- _EXERCISE DIRECTIONS_:
Reproduce the full set of records verbatim.

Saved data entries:
□ □ □ □ □ □ □
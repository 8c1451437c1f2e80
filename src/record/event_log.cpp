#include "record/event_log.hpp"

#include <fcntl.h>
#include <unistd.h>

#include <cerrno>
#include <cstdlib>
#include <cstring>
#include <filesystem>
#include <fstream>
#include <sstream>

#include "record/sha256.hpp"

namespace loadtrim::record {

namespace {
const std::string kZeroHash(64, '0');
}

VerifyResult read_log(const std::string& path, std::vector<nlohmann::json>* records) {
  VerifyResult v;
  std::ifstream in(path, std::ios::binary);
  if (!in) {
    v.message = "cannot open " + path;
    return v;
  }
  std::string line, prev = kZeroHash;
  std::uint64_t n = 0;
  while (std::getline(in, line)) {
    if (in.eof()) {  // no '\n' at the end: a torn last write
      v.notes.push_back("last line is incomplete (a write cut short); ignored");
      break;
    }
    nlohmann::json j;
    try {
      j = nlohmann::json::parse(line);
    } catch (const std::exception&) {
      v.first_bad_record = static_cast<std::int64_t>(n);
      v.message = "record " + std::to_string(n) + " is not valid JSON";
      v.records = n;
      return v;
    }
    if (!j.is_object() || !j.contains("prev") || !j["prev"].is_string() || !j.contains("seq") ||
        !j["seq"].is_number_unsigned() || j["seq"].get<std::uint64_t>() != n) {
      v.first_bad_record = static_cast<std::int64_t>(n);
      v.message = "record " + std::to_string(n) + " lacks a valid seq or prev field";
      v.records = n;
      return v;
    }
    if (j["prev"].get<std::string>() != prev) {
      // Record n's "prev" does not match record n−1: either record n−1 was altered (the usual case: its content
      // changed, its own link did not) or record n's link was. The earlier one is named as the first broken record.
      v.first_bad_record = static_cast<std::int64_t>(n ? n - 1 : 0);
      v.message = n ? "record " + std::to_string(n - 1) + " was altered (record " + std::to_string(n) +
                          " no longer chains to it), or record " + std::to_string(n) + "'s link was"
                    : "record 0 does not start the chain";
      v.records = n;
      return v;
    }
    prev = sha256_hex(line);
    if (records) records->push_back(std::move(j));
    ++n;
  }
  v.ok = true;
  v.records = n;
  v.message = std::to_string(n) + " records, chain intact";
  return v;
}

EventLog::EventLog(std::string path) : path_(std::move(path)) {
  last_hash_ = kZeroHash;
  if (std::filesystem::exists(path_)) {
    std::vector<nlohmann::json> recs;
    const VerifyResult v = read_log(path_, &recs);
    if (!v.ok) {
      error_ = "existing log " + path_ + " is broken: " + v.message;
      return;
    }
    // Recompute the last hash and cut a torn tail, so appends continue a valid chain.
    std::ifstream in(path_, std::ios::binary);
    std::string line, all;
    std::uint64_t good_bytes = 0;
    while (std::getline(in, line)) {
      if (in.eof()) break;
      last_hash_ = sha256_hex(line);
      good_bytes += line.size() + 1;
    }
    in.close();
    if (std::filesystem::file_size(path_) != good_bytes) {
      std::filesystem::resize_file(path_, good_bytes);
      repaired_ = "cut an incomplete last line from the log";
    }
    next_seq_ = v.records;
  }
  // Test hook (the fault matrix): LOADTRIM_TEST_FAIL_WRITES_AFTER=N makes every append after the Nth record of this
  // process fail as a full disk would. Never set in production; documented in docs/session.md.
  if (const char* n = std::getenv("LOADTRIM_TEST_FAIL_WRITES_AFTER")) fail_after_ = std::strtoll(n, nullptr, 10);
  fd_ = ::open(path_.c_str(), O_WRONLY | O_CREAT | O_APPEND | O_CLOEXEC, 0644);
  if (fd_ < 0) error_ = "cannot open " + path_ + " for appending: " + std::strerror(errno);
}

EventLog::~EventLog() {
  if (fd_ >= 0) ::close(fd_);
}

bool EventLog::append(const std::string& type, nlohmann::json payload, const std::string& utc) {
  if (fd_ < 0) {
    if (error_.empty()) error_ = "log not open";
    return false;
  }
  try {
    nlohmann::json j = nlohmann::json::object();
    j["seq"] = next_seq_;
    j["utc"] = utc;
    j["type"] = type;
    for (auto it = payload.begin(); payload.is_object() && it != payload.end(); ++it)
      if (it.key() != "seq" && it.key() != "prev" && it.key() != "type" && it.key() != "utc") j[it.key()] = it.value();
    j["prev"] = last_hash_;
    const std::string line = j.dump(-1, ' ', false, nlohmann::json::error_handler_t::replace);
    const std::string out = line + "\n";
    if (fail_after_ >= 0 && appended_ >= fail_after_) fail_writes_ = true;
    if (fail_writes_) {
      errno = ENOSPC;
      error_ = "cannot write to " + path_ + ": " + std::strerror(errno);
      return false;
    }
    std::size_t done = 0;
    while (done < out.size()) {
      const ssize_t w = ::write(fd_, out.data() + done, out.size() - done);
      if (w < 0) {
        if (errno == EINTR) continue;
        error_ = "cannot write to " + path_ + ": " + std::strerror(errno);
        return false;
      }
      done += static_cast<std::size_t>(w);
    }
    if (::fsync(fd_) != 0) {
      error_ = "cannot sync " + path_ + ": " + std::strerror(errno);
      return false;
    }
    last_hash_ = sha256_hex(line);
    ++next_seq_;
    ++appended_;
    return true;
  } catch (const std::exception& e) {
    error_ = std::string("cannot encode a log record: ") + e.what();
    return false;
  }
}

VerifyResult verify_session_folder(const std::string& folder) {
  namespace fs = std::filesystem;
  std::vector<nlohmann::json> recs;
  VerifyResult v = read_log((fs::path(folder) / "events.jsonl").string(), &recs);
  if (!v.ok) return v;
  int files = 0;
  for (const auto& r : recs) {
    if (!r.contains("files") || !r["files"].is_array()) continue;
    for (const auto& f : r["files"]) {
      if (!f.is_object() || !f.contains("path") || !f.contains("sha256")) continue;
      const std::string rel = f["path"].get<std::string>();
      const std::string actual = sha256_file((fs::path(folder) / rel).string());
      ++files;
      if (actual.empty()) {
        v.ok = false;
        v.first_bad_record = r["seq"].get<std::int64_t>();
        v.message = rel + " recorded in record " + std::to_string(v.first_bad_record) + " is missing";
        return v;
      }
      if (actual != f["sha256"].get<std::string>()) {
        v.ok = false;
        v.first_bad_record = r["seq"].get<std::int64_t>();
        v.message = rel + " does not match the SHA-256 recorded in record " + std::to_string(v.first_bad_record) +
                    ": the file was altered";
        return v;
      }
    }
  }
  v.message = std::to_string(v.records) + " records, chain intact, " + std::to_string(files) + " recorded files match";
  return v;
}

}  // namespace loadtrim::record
□ □ □ □ □ □ □
- _ANSWER FOR THE TASK_:
repository 8c1451437c1f2e80
filename src/record/event_log.cpp
#include "record/event_log.hpp"

#include <fcntl.h>
#include <unistd.h>

#include <cerrno>
#include <cstdlib>
#include <cstring>
#include <filesystem>
#include <fstream>
#include <sstream>

#include "record/sha256.hpp"

namespace loadtrim::record {

namespace {
const std::string kZeroHash(64, '0');
}

VerifyResult read_log(const std::string& path, std::vector<nlohmann::json>* records) {
  VerifyResult v;
  std::ifstream in(path, std::ios::binary);
  if (!in) {
    v.message = "cannot open " + path;
    return v;
  }
  std::string line, prev = kZeroHash;
  std::uint64_t n = 0;
  while (std::getline(in, line)) {
    if (in.eof()) {  // no '\n' at the end: a torn last write
      v.notes.push_back("last line is incomplete (a write cut short); ignored");
      break;
    }
    nlohmann::json j;
    try {
      j = nlohmann::json::parse(line);
    } catch (const std::exception&) {
      v.first_bad_record = static_cast<std::int64_t>(n);
      v.message = "record " + std::to_string(n) + " is not valid JSON";
      v.records = n;
      return v;
    }
    if (!j.is_object() || !j.contains("prev") || !j["prev"].is_string() || !j.contains("seq") ||
        !j["seq"].is_number_unsigned() || j["seq"].get<std::uint64_t>() != n) {
      v.first_bad_record = static_cast<std::int64_t>(n);
      v.message = "record " + std::to_string(n) + " lacks a valid seq or prev field";
      v.records = n;
      return v;
    }
    if (j["prev"].get<std::string>() != prev) {
      // Record n's "prev" does not match record n−1: either record n−1 was altered (the usual case: its content
      // changed, its own link did not) or record n's link was. The earlier one is named as the first broken record.
      v.first_bad_record = static_cast<std::int64_t>(n ? n - 1 : 0);
      v.message = n ? "record " + std::to_string(n - 1) + " was altered (record " + std::to_string(n) +
                          " no longer chains to it), or record " + std::to_string(n) + "'s link was"
                    : "record 0 does not start the chain";
      v.records = n;
      return v;
    }
    prev = sha256_hex(line);
    if (records) records->push_back(std::move(j));
    ++n;
  }
  v.ok = true;
  v.records = n;
  v.message = std::to_string(n) + " records, chain intact";
  return v;
}

EventLog::EventLog(std::string path) : path_(std::move(path)) {
  last_hash_ = kZeroHash;
  if (std::filesystem::exists(path_)) {
    std::vector<nlohmann::json> recs;
    const VerifyResult v = read_log(path_, &recs);
    if (!v.ok) {
      error_ = "existing log " + path_ + " is broken: " + v.message;
      return;
    }
    // Recompute the last hash and cut a torn tail, so appends continue a valid chain.
    std::ifstream in(path_, std::ios::binary);
    std::string line, all;
    std::uint64_t good_bytes = 0;
    while (std::getline(in, line)) {
      if (in.eof()) break;
      last_hash_ = sha256_hex(line);
      good_bytes += line.size() + 1;
    }
    in.close();
    if (std::filesystem::file_size(path_) != good_bytes) {
      std::filesystem::resize_file(path_, good_bytes);
      repaired_ = "cut an incomplete last line from the log";
    }
    next_seq_ = v.records;
  }
  // Test hook (the fault matrix): LOADTRIM_TEST_FAIL_WRITES_AFTER=N makes every append after the Nth record of this
  // process fail as a full disk would. Never set in production; documented in docs/session.md.
  if (const char* n = std::getenv("LOADTRIM_TEST_FAIL_WRITES_AFTER")) fail_after_ = std::strtoll(n, nullptr, 10);
  fd_ = ::open(path_.c_str(), O_WRONLY | O_CREAT | O_APPEND | O_CLOEXEC, 0644);
  if (fd_ < 0) error_ = "cannot open " + path_ + " for appending: " + std::strerror(errno);
}

EventLog::~EventLog() {
  if (fd_ >= 0) ::close(fd_);
}

bool EventLog::append(const std::string& type, nlohmann::json payload, const std::string& utc) {
  if (fd_ < 0) {
    if (error_.empty()) error_ = "log not open";
    return false;
  }
  try {
    nlohmann::json j = nlohmann::json::object();
    j["seq"] = next_seq_;
    j["utc"] = utc;
    j["type"] = type;
    for (auto it = payload.begin(); payload.is_object() && it != payload.end(); ++it)
      if (it.key() != "seq" && it.key() != "prev" && it.key() != "type" && it.key() != "utc") j[it.key()] = it.value();
    j["prev"] = last_hash_;
    const std::string line = j.dump(-1, ' ', false, nlohmann::json::error_handler_t::replace);
    const std::string out = line + "\n";
    if (fail_after_ >= 0 && appended_ >= fail_after_) fail_writes_ = true;
    if (fail_writes_) {
      errno = ENOSPC;
      error_ = "cannot write to " + path_ + ": " + std::strerror(errno);
      return false;
    }
    std::size_t done = 0;
    while (done < out.size()) {
      const ssize_t w = ::write(fd_, out.data() + done, out.size() - done);
      if (w < 0) {
        if (errno == EINTR) continue;
        error_ = "cannot write to " + path_ + ": " + std::strerror(errno);
        return false;
      }
      done += static_cast<std::size_t>(w);
    }
    if (::fsync(fd_) != 0) {
      error_ = "cannot sync " + path_ + ": " + std::strerror(errno);
      return false;
    }
    last_hash_ = sha256_hex(line);
    ++next_seq_;
    ++appended_;
    return true;
  } catch (const std::exception& e) {
    error_ = std::string("cannot encode a log record: ") + e.what();
    return false;
  }
}

VerifyResult verify_session_folder(const std::string& folder) {
  namespace fs = std::filesystem;
  std::vector<nlohmann::json> recs;
  VerifyResult v = read_log((fs::path(folder) / "events.jsonl").string(), &recs);
  if (!v.ok) return v;
  int files = 0;
  for (const auto& r : recs) {
    if (!r.contains("files") || !r["files"].is_array()) continue;
    for (const auto& f : r["files"]) {
      if (!f.is_object() || !f.contains("path") || !f.contains("sha256")) continue;
      const std::string rel = f["path"].get<std::string>();
      const std::string actual = sha256_file((fs::path(folder) / rel).string());
      ++files;
      if (actual.empty()) {
        v.ok = false;
        v.first_bad_record = r["seq"].get<std::int64_t>();
        v.message = rel + " recorded in record " + std::to_string(v.first_bad_record) + " is missing";
        return v;
      }
      if (actual != f["sha256"].get<std::string>()) {
        v.ok = false;
        v.first_bad_record = r["seq"].get<std::int64_t>();
        v.message = rel + " does not match the SHA-256 recorded in record " + std::to_string(v.first_bad_record) +
                    ": the file was altered";
        return v;
      }
    }
  }
  v.message = std::to_string(v.records) + " records, chain intact, " + std::to_string(files) + " recorded files match";
  return v;
}

}  // namespace loadtrim::record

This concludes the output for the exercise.